• TASK DETAILS
Wherever a line in the data holds the word "choices", pull that line out.

--- RECORDS FOR THE EXERCISE Enclosed Below ---

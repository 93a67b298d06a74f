"""Observation networks and operators (noise levels are traced settings, not part of an operator)."""
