"""Command line ``assimbench``: a Hydra app over the ``configs/`` groups.

Before Hydra starts, every job of the command (every point of a ``-m`` sweep)
is composed and validated, so a bad value stops the whole command with one
line on stderr and exit status 2, before anything is written.
"""

import itertools
import os
import sys

import hydra
from hydra.core.hydra_config import HydraConfig
from hydra.core.override_parser.overrides_parser import OverridesParser
from hydra.errors import HydraException
from omegaconf import DictConfig

from assimbench.api import run_experiment
from assimbench.composition import compose_config, config_dir
from assimbench.validation import ConfigError

EXIT_BAD_INPUT = 2


def _fail(message: str) -> int:
    print(f"assimbench: error: {message}", file=sys.stderr)
    return EXIT_BAD_INPUT


def expand_jobs(overrides: list[str], multirun: bool) -> list[list[str]]:
    """The override list of every job the command would run (sweeps expanded)."""
    parser = OverridesParser.create()
    parsed = []
    for override in overrides:
        try:
            parsed.extend(parser.parse_overrides([override]))
        except HydraException as err:
            lines = [ln.strip() for ln in str(err).strip().splitlines()]
            details = [ln for ln in lines[1:] if ln and not ln.startswith("See ")]
            reason = details[0] if details else lines[0]
            raise ConfigError(f"{override} cannot be read as key=value ({reason})") from None
    choices = []
    for item in parsed:
        if item.is_hydra_override():
            continue
        if item.is_sweep_override():
            if not multirun:
                raise ConfigError(f"{item.input_line}: a list of values is a sweep; add --multirun (-m)")
            key = item.get_key_element()
            choices.append([f"{key}={value}" for value in item.sweep_string_iterator()])
        else:
            choices.append([item.input_line])
    return [list(job) for job in itertools.product(*choices)]


def preflight(argv: list[str]) -> None:
    """Compose and validate every job of ``argv``; raise ConfigError on the first bad one."""
    from hydra._internal.utils import get_args_parser

    args = get_args_parser().parse_args(argv)
    if args.config_name not in (None, "config") or args.config_path or args.config_dir:
        raise ConfigError("--config-name/--config-path/--config-dir are not supported; use overrides")
    for job in expand_jobs(list(args.overrides), bool(args.multirun)):
        compose_config(job)


def _cell(summary, name):
    if name not in summary:
        return f"{'-':>22}"
    mean, low, high = summary[name], summary.get(name + "_low"), summary.get(name + "_high")
    if low is None or not (low == low):  # no interval (nan)
        return f"{mean:>22.4f}"
    return f"{mean:.4f} +- {(high - low) / 2:.4f}".rjust(22)


def format_summary(result, path) -> str:
    """The short table printed at the end of a run: time means after burn-in with 95% intervals."""
    cfg = result.config
    model = cfg.model
    size = model.size if model.name == "lorenz96" else 3
    reps = result.replicates
    members = f", {cfg.filter.members} members" if "members" in cfg.filter else ""
    head = (
        f"assimbench  {model.name} (n={size})  {cfg.filter.name}{members}  "
        f"{reps} replicate{'s' if reps > 1 else ''} x {cfg.cycles} cycles (burn-in {cfg.burn_in})"
    )
    s = result.summary
    lines = [head, f"  {'time mean (95%)':<20}{'forecast':>22}{'analysis':>22}"]
    for label, stem in (("RMSE", "rmse"), ("spread", "spread"), ("spread / RMSE", "spread_skill"),
                        ("CRPS", "crps"), ("CRPS (fair)", "crps_fair")):
        if f"{stem}_analysis" in s:
            lines.append(f"  {label:<20}{_cell(s, stem + '_forecast')}{_cell(s, stem + '_analysis')}")
    for label, name in (("innovation ratio", "innovation_ratio"), ("Desroziers R", "desroziers_r"),
                        ("Desroziers HBH^T", "desroziers_hbht"), ("ESS", "ess")):
        if name in s:
            lines.append(f"  {label:<20}{_cell(s, name)}")
    if result.diverged:
        where = ", ".join(f"replicate {r} at cycle {c}" for r, c in enumerate(result.first_bad_cycle) if c >= 0)
        lines.append(f"  DIVERGED: {where}")
    lines.append(
        f"  compile {result.compile_seconds:.1f} s, cycling {result.run_seconds:.2f} s "
        f"({result.microseconds_per_cycle:.0f} us per cycle for {reps} replicate{'s' if reps > 1 else ''})"
    )
    if path is not None:
        lines.append(f"  result: {path}")
    return "\n".join(lines)


class _ChunkProgress:
    """A progress bar per chunk on a terminal (tqdm on stderr); silent otherwise.

    The bar appears with the first finished chunk, so its rate excludes compilation.
    """

    def __init__(self, total: int):
        self._total = total
        self._bar = None

    def __call__(self, done: int, total: int) -> None:
        if self._bar is None and sys.stderr.isatty():
            from tqdm import tqdm

            self._bar = tqdm(total=total, unit="cycle", desc="assimbench", leave=False, file=sys.stderr)
        if self._bar is not None:
            self._bar.update(done - self._bar.n)

    def close(self) -> None:
        if self._bar is not None:
            self._bar.close()


@hydra.main(config_path=config_dir(), config_name="config", version_base="1.3")
def _hydra_app(cfg: DictConfig) -> None:
    output = cfg.output
    if output is not None and not os.path.isabs(output):
        output = os.path.join(HydraConfig.get().runtime.output_dir, output)
    progress = _ChunkProgress(int(cfg.cycles))
    try:
        result = run_experiment(cfg, output=output, progress=progress, keep_series=False)
    except ConfigError as err:
        sys.exit(_fail(str(err)))
    finally:
        progress.close()
    print(format_summary(result, result.path), flush=True)


def main(argv=None) -> int:
    """Entry point of the ``assimbench`` console script."""
    argv = list(sys.argv[1:] if argv is None else argv)
    informational = {"--help", "-h", "--hydra-help", "--info", "-i", "--cfg", "-c", "--shell-completion", "-sc"}
    if not informational.intersection(argv):
        try:
            preflight(argv)
        except ConfigError as err:
            return _fail(str(err))
    sys.argv = [sys.argv[0]] + argv
    _hydra_app()
    return 0


if __name__ == "__main__":
    sys.exit(main())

--- End of Enclosed RECORDS FOR THE EXERCISE ---

• WRITTEN ANSWER
    choices = []
            choices.append([f"{key}={value}" for value in item.sweep_string_iterator()])
            choices.append([item.input_line])
    return [list(job) for job in itertools.product(*choices)]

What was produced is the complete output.